Pull your documentation site content from your own GitHub wiki
The open source WESL (#WebGPU Shading Language) project recently launched a new WESL documentation site. While helping the group create their site, I realized they could pull their markdown content directly from the places they already keep it.

A key question for any documentation project: how and where should the manually-authored content be stored?
The WESL project maintains two collections of markdown content aimed at different audiences:
- The WESL wiki has how-to guidance for devs that want to use WESL in WebGPU projects.
- The WESL spec is a collection of more formal documents for implementers.
These collections work well just as they already are, so I thought it’d be good to let the documentation site pull content from these sources using git submodules. The spec is a regular git repository, and behind the scenes a GitHub wiki is a git repository too. Submodules introduce complexities and are not for everyone, but here they let the site project access both repos locally as subfolders.

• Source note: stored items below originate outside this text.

//! The steps of one round of a warm master, shared by the base walk engine
//! ([`super::warm`]), its headroom master ([`super::headroom`]) and the layered walk engine
//! of service chains ([`crate::solve::chainwalk`]): the master re-solved from where it
//! stopped ([`solve_round`]), and, for a master that holds the walks of inactive demands at
//! fixed flows, which inactive demands to free and which priced walks to add
//! ([`next_round`]).

use std::collections::HashSet;
use std::hash::{BuildHasher, Hash};

use super::pivot_budget;
use crate::error::Result;
use crate::solve::cancel;
use crate::tol::WALK_PRICE_TOL as PRICE_TOL;

/// The master solve of one round: checks for an interrupt, then, when the master has
/// `rows <= limit` rows and `needed` (it has columns), calls `solve` with the pivot budget
/// [`pivot_budget`]`(rows)`. `Ok(false)`: the master is abandoned (too many
/// rows, or the solve failed without an interrupt); `Err` on an interrupt.
/// Cost: that of `solve`.
pub(crate) fn solve_round(
    rows: usize,
    limit: usize,
    needed: bool,
    solve: impl FnOnce(usize) -> Result<()>,
) -> Result<bool> {
    cancel::check()?;
    if rows > limit {
        return Ok(false);
    }
    if needed && solve(pivot_budget(rows)).is_err() {
        // An interrupt ends the scenario; any other failure abandons the master.
        cancel::check()?;
        return Ok(false);
    }
    Ok(true)
}

/// The inactive demands whose share of the duality gap exceeds the tolerance (the rule of
/// [`next_round`]), each with its share relative to `max(cap(d), Σ_w f_w)`, in index
/// order. Used alone by a master that must not free every demand when nothing else moves
/// (the plan master, whose stop is "nothing new"). Cost: O(Σ fixed walks · cost of
/// `price` + demands).
pub(crate) fn gap_shares<W>(
    inactive_cap: impl Fn(usize) -> Option<f64>,
    fixed: &[Vec<(W, f64)>],
    price: impl Fn(&W) -> f64,
    cost: &[f64],
) -> Vec<(f64, usize)> {
    let mut wake: Vec<(f64, usize)> = Vec::new();
    for (d, walks) in fixed.iter().enumerate() {
        let Some(cap) = inactive_cap(d) else {
            continue;
        };
        let (mut share, mut f_d) = (0.0, 0.0);
        for (w, f) in walks {
            share += f * price(w);
            f_d += f;
        }
        if cost[d].is_finite() {
            share += cap * (1.0 - cost[d]).max(0.0);
        }
        share -= f_d;
        let scale = cap.max(f_d);
        if share > PRICE_TOL * scale {
            wake.push((share / scale, d));
        }
    }
    wake
}

/// The inactive demands to free after one pricing pass, and the priced walks not yet in
/// the master (`seen`), in the order they came.
///
/// Demand `d` (with `inactive_cap(d) = Some(cap(d))`: inactive and in the LP, with its
/// cap) is freed when its share of the duality gap,
/// `Σ_w f_w · price(w) + cap(d) · max(0, 1 − cost[d]) − Σ_w f_w` over its
/// fixed walks `fixed[d]` (`cost[d]`: its cheapest walk at the round's prices, infinite
/// when unreachable), exceeds [`PRICE_TOL`]` · max(cap(d), Σ_w f_w)`. When nothing is
/// freed and no walk is new, the rest of the gap is spread thinner than the tolerance and
/// every inactive demand is freed; `None` when there is none (the master is stalled). With `most`, at most that many
/// demands are freed (the largest shares relative to `max(cap(d), Σ_w f_w)`, ties by
/// index), in index order.
///
/// Invariant: each freed demand's share is computed at the same prices as `cost`.
/// Cost: O(Σ fixed walks · cost of `price` + demands + priced walks).
pub(crate) fn next_round<W: Eq + Hash, F, S: BuildHasher>(
    inactive_cap: impl Fn(usize) -> Option<f64>,
    fixed: &[Vec<(F, f64)>],
    price: impl Fn(&F) -> f64,
    cost: &[f64],
    priced: Vec<W>,
    seen: &HashSet<W, S>,
    most: Option<usize>,
) -> Option<(Vec<usize>, Vec<W>)> {
    let mut wake = gap_shares(&inactive_cap, fixed, price, cost);
    if let Some(most) = most
        && wake.len() > most
    {
        // The largest shares relative to the demand's size, ties by index; freed in index
        // order.
        wake.sort_by(|a, b| b.0.total_cmp(&a.0).then(a.1.cmp(&b.1)));
        wake.truncate(most);
        wake.sort_by_key(|&(_, d)| d);
    }
    let mut wake: Vec<usize> = wake.into_iter().map(|(_, d)| d).collect();
    let fresh: Vec<W> = priced.into_iter().filter(|w| !seen.contains(w)).collect();
    if fresh.is_empty() && wake.is_empty() {
        wake = (0..fixed.len())
            .filter(|&d| inactive_cap(d).is_some())
            .collect();
        if wake.is_empty() {
            return None;
        }
    }
    Some((wake, fresh))
}

/// The demand prices and the value of one round of a master that holds the walks of
/// inactive demands at fixed flows: per demand `d`, `dual(d)` (its cap row's price) when
/// `active[d]`, else `+∞` (a held demand cannot take more flow, so pricing offers it
/// nothing); and the master's `objective` plus every fixed flow. O(demands + fixed walks).
pub(crate) fn held_prices<W>(
    active: &[bool],
    dual: impl Fn(usize) -> f64,
    objective: f64,
    fixed: &[Vec<(W, f64)>],
) -> (Vec<f64>, f64) {
    let u: Vec<f64> = (0..active.len())
        .map(|d| if active[d] { dual(d) } else { f64::INFINITY })
        .collect();
    let fixed_total: f64 = fixed.iter().flatten().map(|(_, f)| f).sum();
    (u, objective + fixed_total)
}

/// Every walk of such a master with its flow: the columns `walks` at `value(j)` (cut at 0),
/// then the fixed walks at their flows. O(walks).
pub(crate) fn with_held<W>(
    mut walks: Vec<W>,
    value: impl Fn(usize) -> f64,
    fixed: Vec<Vec<(W, f64)>>,
) -> (Vec<W>, Vec<f64>) {
    let mut flow: Vec<f64> = (0..walks.len()).map(|j| value(j).max(0.0)).collect();
    for (w, f) in fixed.into_iter().flatten() {
        walks.push(w);
        flow.push(f);
    }
    (walks, flow)
}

It was easy to write a program in Origami that pulls content from these subfolders, transforms the markdown to HTML, and pours the HTML into a page template.
- The Origami site definition added navigation links, including a pop-up navigation menu for small window sizes.
- The wiki and spec both link to each other. A small JavaScript function fixes up those links; the Origami program can easily call that for each document.
- I was happy to discover that using a standard HTML
<details>
element with absolute positioning could do the heavy lifting for a reasonable pop-up menu with very little client-side JavaScript. - Adding full-text search to the complete document collection was just a one-liner via the Origami pagefind extension.
Using git submodules means that wiki or spec updates don’t automatically appear on the documentation site; someone has to go into the site project and pull the latest wiki and spec changes. Having a manual step like that might count as an advantage or a disadvantage depending on your situation.
I was really happy with how small the source for this project ended up being. Setting aside the HTML templates, only ~200 lines of Origami and vanilla JavaScript are required to define the entire site and the client-side behavior.
13 src/docPage.ori
75 src/adjustMdLinks.js
13 src/specPage.ori
32 src/site.ori
75 src/assets/main.js
208 total
This is tiny. Origami is a general-purpose system for building sites; it’s not specifically a documentation site generator. This small amount of code defines a bespoke documentation system from scratch.
Using a wiki for documentation this way is really interesting! Project contributors can freely edit wiki pages using familiar tools, then have all that content turned into a static documentation site that project users can freely browse.